WHAT THE TASK ASKS
The listing below holds a line with "const box = t.parentElement;" and a later line with "const cr = c.getBoundingClientRect();". Write out those two lines and every line between them, exactly, and nothing else.

DATA LISTING
------

// TestReportInChromium opens report.html in headless Chromium from a file
// URL and checks what a reader would get: no console errors, no request
// other than the page itself, a drawn plot, the verdict and the worst
// flagged observation on the first screen and reading back as the
// summary's, the lines' table holding every listed line, and, at 1280
// and 1920 px wide, no table cut off, overflowing its box or overlapping
// another. It takes a screenshot of the first screen and of the whole
// page at each width (see -screenshots).
func TestReportInChromium(t *testing.T) {
	browser := startChromium(t)

	t.Run("report", func(t *testing.T) {
		s := testSummary()
		path := filepath.Join(t.TempDir(), "report.html")
		var page bytes.Buffer
		require.NoError(t, WriteHTML(&page, s))
		require.NoError(t, os.WriteFile(path, page.Bytes(), 0o644))

		var (
			lines   [][]string
			allRows int
			plot    []float64
		)
		ev := open(t, browser, path,
			read(&lines, `Array.from(document.querySelectorAll('#lines-table tbody tr.flagged'),
				tr => Array.from(tr.cells, td => td.innerText))`),
			read(&allRows, `document.querySelectorAll('#lines-table tbody tr').length`),
			read(&plot, `(() => { const r = document.querySelector('#plot svg').getBoundingClientRect();
				return [r.width, r.height, document.querySelectorAll('#plot svg text').length]; })()`),
		)
		assert.Empty(t, ev.problems, "console errors, exceptions or error log entries")
		assert.Equal(t, []string{"file://" + path}, ev.requests, "the page must request nothing but itself")

		var want []Line
		for _, l := range s.Lines {
			if l.Flagged() {
				want = append(want, l)
			}
		}
		require.Len(t, lines, len(want), "one highlighted row per flagged line")
		for i, l := range want {
			checkLineRow(t, l, lines[i])
		}
		assert.Equal(t, len(s.Lines), allRows, "rows of the lines' table")
		require.Len(t, plot, 3)
		assert.Greater(t, plot[0], 300.0, "plot width, CSS px")
		assert.Greater(t, plot[1], 150.0, "plot height, CSS px")
		assert.Greater(t, plot[2], 10.0, "text elements in the plot")

		checkLayout(t, browser, path, s)
	})

	// The demo's report as geored reduce wrote it (the golden file of
	// cmd/geored's end-to-end test, refreshed from a real run): its
	// verdict, worst flagged observation and flagged lines read back as
	// the run's summary.json.
	t.Run("demo report", func(t *testing.T) {
		golden := filepath.Join("..", "..", "cmd", "geored", "testdata", "demo")
		var s Summary
		b, err := os.ReadFile(filepath.Join(golden, "summary.json.golden"))
		require.NoError(t, err)
		require.NoError(t, json.Unmarshal(b, &s))
		page, err := os.ReadFile(filepath.Join(golden, "report.html.golden"))
		require.NoError(t, err)
		path := filepath.Join(t.TempDir(), "report.html")
		require.NoError(t, os.WriteFile(path, page, 0o644))
		var lines [][]string
		ev := open(t, browser, path, read(&lines, `Array.from(document.querySelectorAll('#lines-table tbody tr.flagged'),
				tr => Array.from(tr.cells, td => td.innerText))`))
		assert.Empty(t, ev.problems, "console errors, exceptions or error log entries")
		assert.Equal(t, []string{"file://" + path}, ev.requests, "the page must request nothing but itself")
		require.Equal(t, 3, s.Counts.FlaggedLines, "the demo's three blunders")
		require.Len(t, lines, s.Counts.FlaggedLines, "one highlighted row per flagged line of the run")
		for i, l := range s.Lines[:s.Counts.FlaggedLines] {
			checkLineRow(t, l, lines[i])
		}
		require.NotEmpty(t, s.FlaggedObservations)
		assert.Equal(t, "demo/observations.csv:26", s.FlaggedObservations[0].Where(), "the booking slip is the worst")
		checkLayout(t, browser, path, &s)
	})

	// The checks above can fail: a page with a console error, an
	// uncaught exception and a missing image is caught by each of them.
	t.Run("detects problems", func(t *testing.T) {
		path := filepath.Join(t.TempDir(), "bad.html")
		require.NoError(t, os.WriteFile(path, []byte(`<!DOCTYPE html><html><head><meta charset="utf-8"><title>bad</title></head><body>
<script>console.error("planted error")</script>
<script>notDefinedAnywhere()</script>
<img src="missing.png" alt="">
</body></html>`), 0o644))
		ev := open(t, browser, path)
		joined := strings.Join(ev.problems, "\n")
		t.Logf("caught:\n%s", joined)
		assert.Contains(t, joined, "planted error")
		assert.Contains(t, joined, "notDefinedAnywhere")
		assert.Contains(t, joined, "missing.png")
		assert.Contains(t, ev.requests, "file://"+filepath.Join(filepath.Dir(path), "missing.png"))
	})

	// The layout check finds a table wider than the window, a cell whose
	// text runs out of it and a table over another.
	t.Run("detects layout problems", func(t *testing.T) {
		path := filepath.Join(t.TempDir(), "bad-layout.html")
		require.NoError(t, os.WriteFile(path, []byte(`<!DOCTYPE html><html><head><meta charset="utf-8"><title>bad</title>
<style>td { white-space: nowrap; } #lines-table td { max-width: 3rem; overflow: hidden; } #statistics-table { position: relative; top: -4rem; }</style></head><body>
<table id="flagged-observations"><tr><td>`+strings.Repeat("wide ", 400)+`</td></tr></table>
<table id="lines-table"><tr><td>a cell too narrow for its text</td></tr></table>
<table id="statistics-table"><tr><td>over the table above</td></tr></table>
</body></html>`), 0o644))
		var problems []string
		open(t, browser, path, chromedp.EmulateViewport(1280, 900), read(&problems, layoutProblems))
		joined := strings.Join(problems, "\n")
		t.Logf("caught:\n%s", joined)
		assert.Contains(t, joined, "flagged-observations: beyond the window")
		assert.Contains(t, joined, "lines-table row 0 cell 0: its text is")
		assert.Contains(t, joined, "statistics-table overlaps")
	})
}

// layoutProblems is JavaScript that lists what is wrong with the layout of
// the report's main tables in the window as it is: a table or cell beyond
// the window's width, a table wider than its scrolling box, a cell whose
// text is wider than the cell, cells of a row over each other, and tables
// over each other.
const layoutProblems = `(() => {
	const ids = ['flagged-observations', 'rejected-rows', 'lines-table', 'statistics-table', 'fit-table'];
	const vw = document.documentElement.clientWidth;
	const out = [];
	const tables = ids.map(id => document.getElementById(id)).filter(t => t);
	for (const t of tables) {
		const r = t.getBoundingClientRect();
		if (r.left < -0.5 || r.right > vw + 0.5) out.push(t.id + ': beyond the window: ' + r.left + ' to ' + r.right + ' of ' + vw + ' px');
		const box = t.parentElement;
		if (box.scrollWidth > box.clientWidth + 1) out.push(t.id + ': wider than its box: ' + box.scrollWidth + ' > ' + box.clientWidth + ' px');
		for (const tr of t.rows) {
			let prev = null;
			for (const c of tr.cells) {
				const cr = c.getBoundingClientRect();
				const at = t.id + ' row ' + tr.rowIndex + ' cell ' + c.cellIndex;
				if (cr.left < -0.5 || cr.right > vw + 0.5) out.push(at + ': beyond the window: ' + cr.left + ' to ' + cr.right + ' px');
				if (c.scrollWidth > c.clientWidth + 1) out.push(at + ': its text is ' + c.scrollWidth + ' px in ' + c.clientWidth + ' px: ' + JSON.stringify(c.innerText));
				if (prev && cr.left < prev.right - 1.5) out.push(at + ': over the cell before it');
				prev = cr;
			}
		}
	}
	for (let i = 0; i < tables.length; i++) {
		for (let j = 0; j < i; j++) {
			const a = tables[i].getBoundingClientRect(), b = tables[j].getBoundingClientRect();
			if (a.left < b.right && b.left < a.right && a.top < b.bottom && b.top < a.bottom) out.push(tables[i].id + ' overlaps ' + tables[j].id);
		}
	}
	return out;
})()`

// firstScreen is JavaScript that reads the verdict and the worst flagged
// observation's cells from the page, and the bottom of each in CSS px
// from the top of the page.
const firstScreen = `(() => {
	const v = document.querySelector('#verdict-text .status');
	const row = document.querySelector('#flagged-observations tbody tr');
	return {
		verdict: v ? v.innerText : '',
		verdictBottom: v ? v.getBoundingClientRect().bottom + window.scrollY : -1,
		worst: row ? Array.from(row.cells, td => td.innerText) : [],
		worstBottom: row ? row.getBoundingClientRect().bottom + window.scrollY : -1,
	};
})()`

// checkLayout opens the report at path at each of layoutWidths: the
// verdict and the worst flagged observation read back as s says, both
// on the first screen; no layout problem; a screenshot of the first
// screen and of the whole page.
func checkLayout(t *testing.T, browser context.Context, path string, s *Summary) {
	t.Helper()
	dir := *screenshotDir
	if dir == "" {
		dir = t.TempDir()
	}
	require.NoError(t, os.MkdirAll(dir, 0o755))
	name := strings.ReplaceAll(t.Name(), "/", "-")
	for _, size := range layoutWidths {
		var (
			problems     []string
			screen, full []byte
			first        struct {
				Verdict       string
				VerdictBottom float64
				Worst         []string
				WorstBottom   float64
			}
		)
		open(t, browser, path,
			chromedp.EmulateViewport(size.width, size.height),
			read(&problems, layoutProblems),
			read(&first, firstScreen),
			keep(&screen, chromedp.CaptureScreenshot()),
			keep(&full, chromedp.FullScreenshot(100)),
		)
		at := fmt.Sprintf("%d px wide", size.width)
		assert.Empty(t, problems, "%s: layout", at)
		assert.Equal(t, fmt.Sprintf("Exit status %d: %s.", s.ExitStatus, s.Verdict), first.Verdict, "%s: the verdict", at)
		assert.Less(t, first.VerdictBottom, float64(size.height), "%s: the verdict on the first screen", at)
		if len(s.FlaggedObservations) > 0 {
			checkWorstRow(t, s, first.Worst)
			assert.Less(t, first.WorstBottom, float64(size.height), "%s: the worst flagged observation on the first screen", at)
		}
		for file, png := range map[string][]byte{"screen": screen, "page": full} {
			out := filepath.Join(dir, fmt.Sprintf("%s-%d-%s.png", name, size.width, file))
			require.NoError(t, os.WriteFile(out, png, 0o644))
			t.Logf("%s: %s", at, out)
		}
	}
}

// checkWorstRow compares the first row of the flagged observations'
// table with the summary's worst flagged observation: its place, ids
// and flags exactly, numbers within half a unit of the printed decimal.
func checkWorstRow(t *testing.T, s *Summary, row []string) {
	t.Helper()
	o := s.FlaggedObservations[0]
	require.Len(t, row, 11, "cells of the worst flagged observation's row")
	assert.Equal(t, "1", row[0])
	assert.Equal(t, o.From+" → "+o.To, row[5], "line")
	assert.Equal(t, o.Where(), row[7], "file:line")
	assert.Equal(t, o.ObsID, row[8], "obs id")
	assert.Equal(t, strings.Join(o.Flags, ", "), row[9], "flagged by")
	lu := float64(lengthOf(s).unit)
	for _, c := range []struct {
		col  int
		what string
		want float64
		half float64 // half the last printed decimal, in the column's unit
	}{
		{1, "|w|", math.Abs(o.W), 0.005},
		{2, "residual, mm", o.ResidualMM, 0.05},
		{3, "residual, ppm", o.ResidualPPM, 0.005},
		{4, "σ, mm", o.SigmaMM, 0.05},
		{6, "geodesic, job's unit", o.Geodesic / lu, 0.00005},
	} {
		got, err := strconv.ParseFloat(row[c.col], 64)
		if assert.NoError(t, err, "%s cell %q", c.what, row[c.col]) {
			assert.InDeltaf(t, c.want, got, c.half*(1+1e-9), "worst flagged observation: %s", c.what)
		}
	}
	if o.HeightChecked {
		assert.Contains(t, row[10], "w "+fixed(o.HeightW, 2), "height check")
	} else {
		assert.Contains(t, row[10], "not checked", "height check")
	}
}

------

WRITTEN ANSWER
		const box = t.parentElement;
		if (box.scrollWidth > box.clientWidth + 1) out.push(t.id + ': wider than its box: ' + box.scrollWidth + ' > ' + box.clientWidth + ' px');
		for (const tr of t.rows) {
			let prev = null;
			for (const c of tr.cells) {
				const cr = c.getBoundingClientRect();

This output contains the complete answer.